Respira profundo primero, porque has dado el paso más importante: reconocer lo sucedido. Contacta inmediatamente con el INCIBE (Instituto Nacional de Ciberseguridad) que cuenta con expertos dedicados a la lucha contra la ciberdelincuencia que podrán guiarte con precisión. Si te han estafado económicamente, comunícate con tu banco para bloquear posibles transferencias, especialmente si involucra criptomonedas, pues cada minuto cuenta. Cambia todas tus contraseñas comenzando por las más sensibles, pero hazlo desde un dispositivo diferente al que pueda estar comprometido. Documenta todo: capturas de pantalla, correos, mensajes e incluso tu número de teléfono si ha sido utilizado para la estafa. Lleva tu dispositivo informático a un especialista que pueda eliminar cualquier malware persistente y verificar la integridad de tus bases de datos y archivos. Finalmente, presenta una denuncia formal ante la policía, pues aunque a veces pensamos que han conseguido nuestros datos de manera ilegal imposible de rastrear, tu caso podría ser la pieza que complete un rompecabezas mayor en una investigación en curso. Recuerda que ser víctima no es tu culpa y que miles de personas, incluso expertos en tecnología, han pasado por situaciones similares.

¿Cómo evolucionará la ciberdelincuencia en los próximos años?

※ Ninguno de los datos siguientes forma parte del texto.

def refractive_max_depth_db(length_km: float, frequency_ghz: float, antenna_gain_dbi: float | None = None) -> float:
    """Deepest slow refractive fade the hop's geometry allows [dB]: the extra knife-edge loss (ITU-R P.526-15 eq.
    (31)) when the Earth bulge at mid-path rises from k = 4/3 to k = ``K_MIN`` (dh = d^2/8 (1/k_min - 1/k0) / a,
    P.530 §2.2.2), dv = sqrt(2) dh / F1, the largest J(v0 + dv) - J(v0) over the design clearances
    ``DESIGN_V_RANGE`` (the table gives no terrain; 0.6 F1 at k = 4/3, common practice, is v0 = -0.85), plus
    :func:`beam_decoupling_db`.  On a path of a few km dv is a few hundredths and the bound stays near 1 dB."""
    d = float(length_km)
    bulge_m = d * d / 8.0 * (1.0 / K_MIN - 1.0 / K_STANDARD) / EARTH_RADIUS_KM * 1000.0
    fresnel_m = 17.32 * math.sqrt(d / (4.0 * float(frequency_ghz)))   # F1 at mid-path (P.530 §2.2.2)
    dv = math.sqrt(2.0) * bulge_m / fresnel_m
    v0 = np.linspace(DESIGN_V_RANGE[0], DESIGN_V_RANGE[1], 69)
    loss = float(np.max(_knife_edge_db(v0 + dv) - _knife_edge_db(v0)))
    return float(max(loss, 0.0) + float(beam_decoupling_db(d, antenna_gain_dbi)))
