def mapping_from_options(*, base: dict | None = None, time_cols: list[str] | None = None,
                         time_format: str | None = None, time_marks: str | None = None, link_col: str | None = None,
                         channel_col: str | None = None, signal_cols: list[str] | None = None,
                         floor: str | float | None = None, interval_s: float | None = None,
                         separator: str | None = None, decimal: str | None = None, encoding: str | None = None,
                         header_line: int | None = None) -> dict:
    """A mapping dict from override options (the ``ingest`` flags; the dashboard's form), laid over ``base``.

    ``signal_cols`` items read ``NAME=QUANTITY[:CHANNEL[:STAT[:INTERVAL_S]]]`` (e.g. ``"Level A=rsl:A"``,
    ``"Lo=rsl:H:min:900"``); ``floor`` is a number in dBm or ``"none"``.  Bad options raise InputError."""
    mapping = {k: (dict(v) if isinstance(v, dict) else v) for k, v in (base or {}).items()}

    def sec(name: str) -> dict:
        mapping.setdefault(name, {})
        return mapping[name]

    if time_cols:
        if len(time_cols) > 2:
            raise InputError("at most two time columns (date column, then time-of-day column)")
        sec("time")["columns"] = list(time_cols)
    if time_format:
        sec("time")["format"] = time_format
    if time_marks:
        if time_marks not in ("start", "end"):
            raise InputError(f"time marks '{time_marks}' must be 'start' or 'end'")
        sec("time")["marks"] = time_marks
    if link_col:
        sec("link")["column"] = link_col
    if channel_col:
        sec("channel")["column"] = channel_col
    if signal_cols:
        signals = {}
        for item in signal_cols:
            if "=" not in item:
                raise InputError(f"signal column '{item}': expected NAME=QUANTITY[:CHANNEL[:STAT[:INTERVAL_S]]]")
            name, rest = item.rsplit("=", 1)
            parts = rest.split(":")
            spec: dict = {"quantity": N.quantity_name(parts[0])}
            if len(parts) > 1 and parts[1]:
                spec["channel"] = parts[1]
            if len(parts) > 2 and parts[2]:
                spec["stat"] = parts[2]
            if len(parts) > 3 and parts[3]:
                try:
                    spec["interval_s"] = float(parts[3])
                except ValueError as exc:
                    raise InputError(f"signal column '{item}': interval '{parts[3]}' is not a number") from exc
            signals[name.strip()] = spec
        mapping["signals"] = signals
    if floor is not None and str(floor).strip() != "":
        if str(floor).strip().lower() == "none":
            sec("floor")["dbm"] = "none"
        else:
            try:
                sec("floor")["dbm"] = float(floor)
            except ValueError as exc:
                raise InputError(f"floor '{floor}' is not a number in dBm or 'none'") from exc
    if interval_s is not None:
        if not interval_s > 0:
            raise InputError("the statistics interval must be positive")
        mapping["interval_s"] = float(interval_s)
    if separator:
        sec("file")["separator"] = "\t" if separator.lower() in ("tab", "\\t") else separator
    if decimal:
        if decimal not in (".", ","):
            raise InputError("decimal mark must be '.' or ','")
        sec("file")["decimal"] = decimal
    if encoding:
        sec("file")["encoding"] = encoding
    if header_line is not None:
        if header_line < 1:
            raise InputError("the header line is 1-based")
        sec("file")["header_line"] = int(header_line)
    return {k: v for k, v in mapping.items() if v != {}}


# ---------------------------------------------------------------------------------------------------------------
# opening

@dataclass
class _Source:
    label: str              # for messages
    stem: str               # file name without suffixes (default link id)
    path: Path | None
    data: bytes | None
    gz: bool = False


def _stem(name: str) -> str:
    base = Path(name).name
    for suf in (".gz", ".csv", ".txt", ".tsv", ".log", ".dat", ".psv", ".parquet"):
        if base.lower().endswith(suf):
            base = base[: -len(suf)]
    return base or S.DEFAULT_LINK_ID


def _head(src: _Source, n: int) -> bytes:
    if src.data is not None:
        if src.gz:
            try:
                with gzip.GzipFile(fileobj=io.BytesIO(src.data)) as fh:
                    return _read_upto(fh, n)
            except (OSError, EOFError, zlib.error) as exc:
                raise InputError("gzip data truncated or damaged", path=src.label) from exc
        return src.data[:n]
    try:
        if src.gz:
            with gzip.open(src.path, "rb") as fh:
                return _read_upto(fh, n)
    except (OSError, EOFError, zlib.error) as exc:
        raise InputError("gzip data truncated or damaged", path=src.label) from exc
    try:
        with open(src.path, "rb") as fh:
            return fh.read(n)
    except (OSError, EOFError) as exc:
        raise InputError(f"cannot read ({getattr(exc, 'strerror', None) or exc})", path=src.label) from exc


def _read_upto(fh, n: int) -> bytes:
    out = b""
    try:
        while len(out) < n:
            chunk = fh.read(n - len(out))
            if not chunk:
                break
            out += chunk
    except EOFError:
        if not out:
            raise  # truncated before any data: the caller names it
        # truncated gzip: take what decompressed
    return out
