def write_truth(results, out_dir: str | Path, *, samples: bool = True) -> list[Path]:
    """Ground truth beside the logs: ``truth_events.csv``, ``truth_labels.csv`` (run-length cause
    segments) and, when ``samples``, ``truth_samples.parquet`` (every sample's contribution per cause)."""
    out_dir = Path(out_dir)
    out_dir.mkdir(parents=True, exist_ok=True)
    results = list(results.values()) if isinstance(results, Mapping) else list(results)
    events = pd.concat(
        [r.truth_events for r in results if not r.truth_events.empty]
        or [pd.DataFrame(columns=results[0].truth_events.columns if results else [])],
        ignore_index=True,
    )
    for column in ("start_utc", "end_utc", "shift_utc"):
        if column in events:
            events[column] = _iso(events[column])
    for column in events.columns:
        if events[column].dtype.kind == "f":
            events[column] = events[column].round(3)
    paths = [out_dir / "truth_events.csv", out_dir / "truth_labels.csv"]
    events.to_csv(paths[0], index=False, lineterminator="\n")
    labels = pd.concat([truth_segments(r) for r in results], ignore_index=True)
    labels["start_utc"] = _iso(labels["start_utc"])
    labels["end_utc"] = _iso(labels["end_utc"])
    labels.to_csv(paths[1], index=False, lineterminator="\n")
    if samples:
        frames = []
        for r in results:
            frame = r.truth_samples.copy()
            frame.insert(1, "link_id", r.spec.link_id)
            frames.append(frame)
        paths.append(out_dir / "truth_samples.parquet")
        pd.concat(frames, ignore_index=True).to_parquet(paths[-1], index=False)
    return paths


def write_scenario(
    results, scenario, out_dir: str | Path, *, shapes: Iterable[str] | None = None, truth_samples: bool = True
) -> list[Path]:
    """Everything for a simulated scenario under ``out_dir``: ``links.csv``, ``logs/`` and ``truth/``.

    Without ``shapes`` each hop is written in its own ``log_shape`` (scenario file; default ``wide_iso``)
    straight into ``logs/`` (statistics as ``<link>_<N>min.csv``, long-shape hops together in
    ``<name>_long.csv``); with ``shapes`` every hop is written in each of them, into ``logs/<shape>/`` when
    there are several."""
    from diag.sim.simulate import aggregate_statistics

    out_dir = Path(out_dir)
    results = dict(results)
    outputs = getattr(scenario, "outputs", {}) or {}
    shape_list = list(shapes) if shapes is not None else None
    if shape_list is not None:
        unknown = [s for s in shape_list if s not in SHAPES]
        if unknown:
            raise InputError(f"unknown log shape(s) {', '.join(unknown)}; use {', '.join(SHAPES)} or all")
    from diag.report.tables import safe_filename  # file names from ids: never a path (as 'analyze' names files)

    clash = [i for i in results if sum(safe_filename(j) == safe_filename(i) for j in results) > 1]
    if clash:
        raise InputError(f"link ids {', '.join(map(repr, clash[:4]))} give the same file name; rename them")
    written = [write_links_table([r.link for r in results.values()], out_dir / "links.csv")]
    plan: dict[str, list[str]] = {}
    for link_id in results:
        for shape in shape_list or [outputs.get(link_id, {}).get("log_shape", "wide_iso")]:
            plan.setdefault(shape, []).append(link_id)
    interval = float(getattr(scenario, "stats_interval_s", 900.0))
    tag = f"{int(interval // 60)}min" if interval % 60 == 0 else f"{interval:g}s"
    for shape, ids in plan.items():
        folder = (
            out_dir / "logs" / shape if shape_list is not None and len(shape_list) > 1 else out_dir / "logs"
        )
        if shape == "stats":
            for i in ids:
                counters = outputs.get(i, {}).get("counters", False)
                stats = aggregate_statistics(
                    results[i].table,
                    interval_s=interval,
                    floor_dbm=results[i].spec.floor_value_dbm,
                    threshold_dbm=results[i].spec.threshold_dbm if counters else None,
                )
                info = write_stats(
                    stats,
                    folder / (safe_filename(f"{i}_{tag}") + ".csv"),
                    floors_dbm={i: results[i].spec.floor_value_dbm},
                )
                written.append(info.path)
        elif shape == "long":
            info = write_long(
                [results[i].table for i in ids],
                folder / (safe_filename(scenario.name, default="scenario") + "_long.csv"),
                defects={i: results[i].file_defects for i in ids},
                floors_dbm={i: results[i].spec.floor_value_dbm for i in ids},
            )
            written.append(info.path)
        else:
            for i in ids:
                r = results[i]
                suffix = ".csv.gz" if outputs.get(i, {}).get("gzip", False) else ".csv"
                name = safe_filename(i) + suffix  # the reader takes a one-hop file's link id from its name
                info = write_log(
                    r.table,
                    folder / name,
                    shape,
                    tz=scenario.tz,
                    defects=r.file_defects,
                    floor_dbm=r.spec.floor_value_dbm,
                )
                written.append(info.path)
    written += write_truth(results, out_dir / "truth", samples=truth_samples)
    return written
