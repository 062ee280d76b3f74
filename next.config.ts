import type { NextConfig } from "next";

const nextConfig: NextConfig = {
  // Sequelize must stay external (it requires optional dialect modules at run time); umzug too for webpack builds.
  serverExternalPackages: ["sequelize", "sqlite3", "umzug", "nodemailer"],
  poweredByHeader: false,
};

export default nextConfig;
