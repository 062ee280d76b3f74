/**
 * Runs once when the server starts (next start / next dev, not next build): checks the session
 * secret (a missing or short SESSION_SECRET stops the server with a clear message unless the
 * demo's generated secret exists) and applies pending database migrations.
 */
export async function register() {
  if (process.env.NEXT_RUNTIME === "nodejs") {
    const { startServer } = await import("./lib/startup");
    await startServer();
  }
}
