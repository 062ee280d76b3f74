import * as v from "valibot";
import { requireApiUser } from "@/lib/auth/dal";
import { listAudit } from "@/lib/db/queries/team";
import { handle, json, parseQuery } from "@/lib/server/http";

export const runtime = "nodejs";
export const dynamic = "force-dynamic";

const query = v.object({
  limit: v.optional(v.pipe(v.string(), v.regex(/^\d{1,3}$/, "limit must be 1–500"), v.transform(Number), v.minValue(1, "limit must be 1–500"), v.maxValue(500, "limit must be 1–500"))),
});

/** The team's audit trail, newest first (lead only): `{ items, total }`. */
export const GET = handle(async (req) => {
  const user = await requireApiUser("team:manage");
  const q = parseQuery(req, query);
  return json(await listAudit(user, q.limit ?? 200));
});
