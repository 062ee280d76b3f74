/**
 * Runs once when the server starts (next start / next dev, not next build): checks the session
 * secret (a missing or short SESSION_SECRET stops the server with a clear message unless the
 * demo's generated secret exists) and applies pending database migrations.
 */
export async function register() {
  if (process.env.NEXT_RUNTIME !== "nodejs") return;
  const { sessionSecret, ConfigError } = await import("./lib/env");
  try {
    sessionSecret();
  } catch (err) {
    if (err instanceof ConfigError) {
      console.error(`\n[gybe] cannot start: ${err.message}\n`);
      process.exit(1);
    }
    throw err;
  }
  const { migrateUp } = await import("./lib/db/migrator");
  const applied = await migrateUp();
  if (applied.length) console.log(`[gybe] migrations applied: ${applied.join(", ")}`);
}
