/**
 * Listing conditions, Drabyard's own grade scale for used originals, and the rubber-part usage options.
 *
 * Condition terms (NOS, NORS, used original, rebuilt, reproduction, core) are the trade's own words
 * (source: /work/shared/DOMAIN.md, "Condition and originality"). The five used-original grades and their
 * wording are ours, invented for Drabyard; they follow no published grading system.
 */

export const conditionCodes = ['nos', 'nors', 'used_original', 'rebuilt', 'reproduction', 'core'] as const;
export type Condition = (typeof conditionCodes)[number];

export const usedGradeCodes = ['ready', 'honest', 'weathered', 'hard_used', 'donor'] as const;
export type UsedGrade = (typeof usedGradeCodes)[number];

export const rubberUseCodes = ['serviceable', 'display_only'] as const;
export type RubberUse = (typeof rubberUseCodes)[number];

export interface ConditionInfo {
  code: Condition;
  label: string;
  /** Short form for badges and table cells. */
  shortLabel: string;
  /** Plain-language paragraph for the public listing page. */
  explanation: string;
  /** Made by (or for) the vehicle's original maker, rather than a later or other-maker part. */
  original: boolean;
  /** Made in the vehicle's service period (original or period replacement), not a modern part. */
  periodManufacture: boolean;
  /** Whether a used-original grade must accompany this condition. */
  requiresGrade: boolean;
}

export const conditions: Readonly<Record<Condition, ConditionInfo>> = {
  nos: {
    code: 'nos',
    label: 'New old stock (NOS)',
    shortLabel: 'NOS',
    explanation:
      'Made by the original maker in the period and never fitted or used. It may show marks from decades on a ' +
      'shelf, such as faded or missing packaging, light surface rust on bare metal, or storage scuffs. The ' +
      "seller's photos should show the maker's marks. Rubber and other age-sensitive materials age even when " +
      'unused, so check them before relying on the part.',
    original: true,
    periodManufacture: true,
    requiresGrade: false,
  },
  nors: {
    code: 'nors',
    label: 'New old replacement stock (NORS)',
    shortLabel: 'NORS',
    explanation:
      "Made in the period by a maker other than the vehicle's original supplier, as a replacement part, and " +
      'never fitted or used. It is period-correct but may carry a different maker\'s marks than the part the ' +
      'vehicle left the factory with. Like any old stock it can show shelf wear, and age-sensitive materials ' +
      'such as rubber age even when unused.',
    original: false,
    periodManufacture: true,
    requiresGrade: false,
  },
  used_original: {
    code: 'used_original',
    label: 'Used original',
    shortLabel: 'Used',
    explanation:
      'An original part removed from a vehicle. The seller grades it on the Drabyard used-parts scale (shown ' +
      "beside this listing) and the photos must show its actual condition and the maker's marks that prove it " +
      'is original. Expect honest wear; read the grade and look closely at the photos.',
    original: true,
    periodManufacture: true,
    requiresGrade: true,
  },
  rebuilt: {
    code: 'rebuilt',
    label: 'Rebuilt original',
    shortLabel: 'Rebuilt',
    explanation:
      'An original unit that has been taken apart and refurbished, for example with cylinders resleeved, worn ' +
      'internals and seals renewed, and housings cleaned and painted. The core is original; some internal parts ' +
      'are new. The seller should describe what was renewed.',
    original: true,
    periodManufacture: true,
    requiresGrade: false,
  },
  reproduction: {
    code: 'reproduction',
    label: 'Reproduction',
    shortLabel: 'Repro',
    explanation:
      'Newly made today to the pattern of the original part. It is not period manufacture and will not carry ' +
      "the original maker's marks, though it may carry the reproduction maker's own. A good choice where " +
      'originals are scarce or where a part must be new to be safe.',
    original: false,
    periodManufacture: false,
    requiresGrade: false,
  },
  core: {
    code: 'core',
    label: 'Core (for rebuilding)',
    shortLabel: 'Core',
    explanation:
      'An original unit sold to be rebuilt, not to be fitted as it is. It may be seized, worn out or incomplete; ' +
      'what matters is that the main castings or housings are sound enough to rebuild. Check the description for ' +
      'cracks and missing pieces.',
    original: true,
    periodManufacture: true,
    requiresGrade: false,
  },
};

export interface UsedGradeInfo {
  code: UsedGrade;
  /** 1 is best. */
  rank: 1 | 2 | 3 | 4 | 5;
  label: string;
  /** Plain-language meaning for the public listing page. */
  explanation: string;
}

// Our own scale (invented for Drabyard). Ranks let the sourcing planner ask for "at least Honest".
export const usedGrades: Readonly<Record<UsedGrade, UsedGradeInfo>> = {
  ready: {
    code: 'ready',
    rank: 1,
    label: 'Ready',
    explanation:
      'Clean, complete and working. Can go straight back on a vehicle after an ordinary clean; wear is light ' +
      'and cosmetic only.',
  },
  honest: {
    code: 'honest',
    rank: 2,
    label: 'Honest',
    explanation:
      'Complete and usable, showing its age: worn paint, light pitting or surface rust, small dents. Works as ' +
      'it is; a light refurbish makes it look right.',
  },
  weathered: {
    code: 'weathered',
    rank: 3,
    label: 'Weathered',
    explanation:
      'Needs refurbishing before use: heavier rust, stiff or worn moving parts, or small missing pieces such as ' +
      'a clip or screw. The main body is sound.',
  },
  hard_used: {
    code: 'hard_used',
    rank: 4,
    label: 'Hard-used',
    explanation:
      'Heavily worn or damaged, needing real repair work (welding, machining, new internals). Worth buying ' +
      'when nothing better can be found or as a pattern.',
  },
  donor: {
    code: 'donor',
    rank: 5,
    label: 'Donor',
    explanation:
      'Not usable as a whole. Sold for its sub-parts, its markings, or as a reference to copy. Expect cracks, ' +
      'heavy corrosion or missing major pieces.',
  },
};

export interface RubberUseInfo {
  code: RubberUse;
  label: string;
  explanation: string;
}

export const rubberUses: Readonly<Record<RubberUse, RubberUseInfo>> = {
  serviceable: {
    code: 'serviceable',
    label: 'For use on a vehicle',
    explanation: 'Offered as fit to be installed and used, subject to inspection by a qualified mechanic.',
  },
  display_only: {
    code: 'display_only',
    label: 'Display / authenticity only',
    explanation:
      'Offered for display or to show original markings only. Do not install it on a vehicle that is driven: ' +
      'rubber ages even unused and can fail without warning.',
  },
};

export function isCondition(value: unknown): value is Condition {
  return typeof value === 'string' && (conditionCodes as readonly string[]).includes(value);
}

export function isUsedGrade(value: unknown): value is UsedGrade {
  return typeof value === 'string' && (usedGradeCodes as readonly string[]).includes(value);
}

export function isRubberUse(value: unknown): value is RubberUse {
  return typeof value === 'string' && (rubberUseCodes as readonly string[]).includes(value);
}

function assertCondition(condition: Condition): void {
  if (!isCondition(condition)) {
    throw new TypeError(`Unknown listing condition: ${JSON.stringify(condition)}`);
  }
}

/**
 * True for parts made by (or for) the original maker: NOS, used originals, rebuilt originals and cores.
 * NORS is period-correct but another maker's part, so it is not "original"; see `isPeriodManufacture`.
 */
export function isOriginal(condition: Condition): boolean {
  assertCondition(condition);
  return conditions[condition].original;
}

/** True for anything made in the service period (everything except reproductions). */
export function isPeriodManufacture(condition: Condition): boolean {
  assertCondition(condition);
  return conditions[condition].periodManufacture;
}

/** True for parts that are old rubber if they are rubber at all, i.e. not newly made today. */
export function isAgedStock(condition: Condition): boolean {
  assertCondition(condition);
  // Rebuilt units get new seals when rebuilt, reproductions are new: neither is old rubber by definition.
  return condition === 'nos' || condition === 'nors' || condition === 'used_original' || condition === 'core';
}

export type ConditionCheck = { ok: true } | { ok: false; code: 'grade_required' | 'grade_not_allowed'; message: string };

/** A used original must carry a grade; other conditions must not (the grade scale means nothing for them). */
export function checkConditionGrade(condition: Condition, grade: UsedGrade | null | undefined): ConditionCheck {
  assertCondition(condition);
  if (grade != null && !isUsedGrade(grade)) {
    throw new TypeError(`Unknown used-original grade: ${JSON.stringify(grade)}`);
  }
  const info = conditions[condition];
  if (info.requiresGrade && grade == null) {
    return { ok: false, code: 'grade_required', message: `${info.label} listings need a grade.` };
  }
  if (!info.requiresGrade && grade != null) {
    return { ok: false, code: 'grade_not_allowed', message: `Grades apply only to used originals, not ${info.label}.` };
  }
  return { ok: true };
}

/** Label for display, e.g. "Used original: Honest". */
export function describeCondition(condition: Condition, grade?: UsedGrade | null): string {
  assertCondition(condition);
  const label = conditions[condition].label;
  if (condition === 'used_original' && grade != null) {
    if (!isUsedGrade(grade)) throw new TypeError(`Unknown used-original grade: ${JSON.stringify(grade)}`);
    return `${label}: ${usedGrades[grade].label}`;
  }
  return label;
}

/** True when `grade` is at least as good as `minimum` (rank 1 is best). */
export function meetsGrade(grade: UsedGrade, minimum: UsedGrade): boolean {
  if (!isUsedGrade(grade) || !isUsedGrade(minimum)) {
    throw new TypeError(`Unknown used-original grade: ${JSON.stringify(isUsedGrade(grade) ? minimum : grade)}`);
  }
  return usedGrades[grade].rank <= usedGrades[minimum].rank;
}
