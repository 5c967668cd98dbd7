import { AuthLayout } from '@/components/layouts/auth-layout';
import { TextLink } from '@/components/ui/text-link';
import { paths } from '@/config/paths';
import { ForgotPasswordForm } from '@/features/auth/components/forgot-password-form';

export function ForgotPasswordRoute() {
  return (
    <AuthLayout
      title="Forgot password"
      description="Enter the address you signed up with and we will e-mail you a link to set a new password."
      footer={
        <p>
          Remembered it? <TextLink to={paths.auth.signIn.getHref()}>Sign in</TextLink>
        </p>
      }
    >
      <ForgotPasswordForm />
    </AuthLayout>
  );
}
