import { describe, expect, it } from 'vitest';
import {
  alternateKeys,
  foldedKey,
  looksLikePartNumber,
  normalizePartNumber,
  parsePartNumber,
  partNumberKeys,
  partNumberKinds,
  PartNumberError,
} from './part-number';

// Part numbers here are invented for the tests.

describe('normalizePartNumber', () => {
  it('when a number has hyphens, spaces, slashes, dots and lower case, then the key is upper-case letters and digits', () => {
    expect(normalizePartNumber(' dy-41 2/7.b_x ')).toBe('DY4127BX');
  });

  it('when the same number is typed in different shapes, then all give one key', () => {
    const shapes = ['GX-70412', 'gx 70412', 'GX/70412', 'G.X.70412', 'gx_70412', 'GX--70412'];
    expect(new Set(shapes.map(normalizePartNumber))).toEqual(new Set(['GX70412']));
  });

  it('when full-width characters are pasted, then they become plain letters and digits', () => {
    expect(normalizePartNumber('ＧＸ－７０４')).toBe('GX704');
  });

  it('when the input has no letter or digit, then it throws an "empty" PartNumberError', () => {
    expect(() => normalizePartNumber(' -/. ')).toThrow(PartNumberError);
    try {
      normalizePartNumber('');
    } catch (e) {
      expect((e as PartNumberError).code).toBe('empty');
    }
  });

  it('when the input is longer than 64 characters, then it is rejected as too long', () => {
    const r = parsePartNumber('A'.repeat(65));
    expect(r.ok).toBe(false);
    if (!r.ok) expect(r.error.code).toBe('too_long');
    expect(parsePartNumber('A'.repeat(64)).ok).toBe(true);
  });
});

describe('foldedKey and alternateKeys', () => {
  it('when letter O and letter I are typed for 0 and 1, then the folded key equals the digits one', () => {
    expect(foldedKey('GX-7O4I2')).toBe(foldedKey('GX-70412'));
    expect(foldedKey('GX-7O4I2')).toBe('GX70412'.replace(/O/g, '0'));
  });

  it('when digits were typed for letters, then folding catches it the other way too', () => {
    // The catalog holds "OIL-10" (letters); the restorer types "01L-1O".
    expect(foldedKey('01L-1O')).toBe(foldedKey('OIL-10'));
  });

  it('when leading zeros are added or dropped, then the folded key is the same', () => {
    expect(foldedKey('007412')).toBe(foldedKey('7412'));
    expect(foldedKey('0000')).toBe('0');
  });

  it('when folding changes nothing, then there is no alternate key', () => {
    expect(alternateKeys('GX-7412')).toEqual([]);
    expect(alternateKeys('GX-7O12')).toEqual(['GX7012']);
  });

  it('when keys are asked for, then display keeps the print with collapsed spaces', () => {
    expect(partNumberKeys('  GX   70412-b ')).toEqual({ display: 'GX 70412-b', key: 'GX70412B', folded: 'GX70412B' });
  });
});

describe('looksLikePartNumber', () => {
  it('when the query is a number in any common shape, then it looks like a part number', () => {
    for (const q of ['GX-70412', 'MS 35338-44', '5315-00-123-4567', 'NSN 5315 00 123 4567', 'AN960-416', '7412'])
      expect(looksLikePartNumber(q), q).toBe(true);
  });

  it('when the query is words, then it does not', () => {
    for (const q of ['brake hose', 'front brake hose 1943', 'wheel cylinder', 'x', '--', 'a b c d e 1'])
      expect(looksLikePartNumber(q), q).toBe(false);
  });
});

describe('partNumberKinds', () => {
  it('when listed, then the six kinds of number are there', () => {
    expect(partNumberKinds).toEqual(['maker', 'ordnance', 'nsn', 'hardware_standard', 'vendor', 'reproduction']);
  });
});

El horizonte que se dibuja es tan fascinante como inquietante: estamos presenciando el nacimiento de un cibercrimen cada vez más sofisticado y personalizado. Desde la pandemia, hemos experimentado una aceleración brutal en el uso de la tecnología que ha abierto nuevas ventanas de vulnerabilidad. El futuro exigirá invertir mucho más en formación y concienciación, no solo para especialistas sino para todos nosotros, los usuarios cotidianos. Los ataques serán hiperpersonalizados gracias a la gran cantidad de información que compartimos online, permitiendo a los delincuentes crear perfiles psicológicos precisos para manipularnos. La cantidad de información expuesta aumentará exponencialmente con la expansión del Internet de las Cosas, mientras que las políticas BYOD (Bring Your Own Device) en empresas difuminarán aún más las fronteras entre lo personal y lo profesional. Las amenazas cibernéticas pronto incorporarán inteligencia artificial para evadir defensas y adaptarse en tiempo real, creando escenarios donde las estafas serán prácticamente indistinguibles de las comunicaciones legítimas. El verdadero desafío no será tecnológico sino humano: ¿seremos capaces de evolucionar nuestra intuición y sentido crítico a la misma velocidad que las amenazas cibernéticas?

¿Cómo podemos desarrollar una mentalidad de seguridad proactiva?

En este mundo hiperconectado, cada ciberdelincuente puede estar observando tus movimientos online esperando el momento perfecto para atacar, por eso necesitas transformar tu forma de pensar. Comienza por cuestionar todo mensaje o solicitud que recibas a través de cualquier plataforma de mensajería, preguntándote: «¿realmente esperaba esta comunicación?». Adopta una actitud naturalmente escéptica hacia cualquier contenido malicioso o sospechoso, especialmente si proviene de fuentes desconocidas o solicita información de manera urgente o amenazante. Los ciberdelincuentes utilizan nuestros momentos de distracción o estrés para atacar, así que mantén la calma y verifica siempre por canales alternativos cuando algo importante esté en juego. El comportamiento de los cibercriminales evoluciona constantemente, pero sus objetivos siguen siendo los mismos: obtener acceso a tu mundo digital para beneficio delictivo. La clave está en equilibrar la comodidad con la precaución: usa servicios digitales que te faciliten la vida pero pregúntate regularmente «¿qué pasaría si esta información cayera en manos equivocadas?». Recuerda que la mejor defensa no es técnica sino mental: cultivar esa voz interior que te hace dudar en el momento preciso puede ser tu salvavidas digital en este océano de amenazas constantes.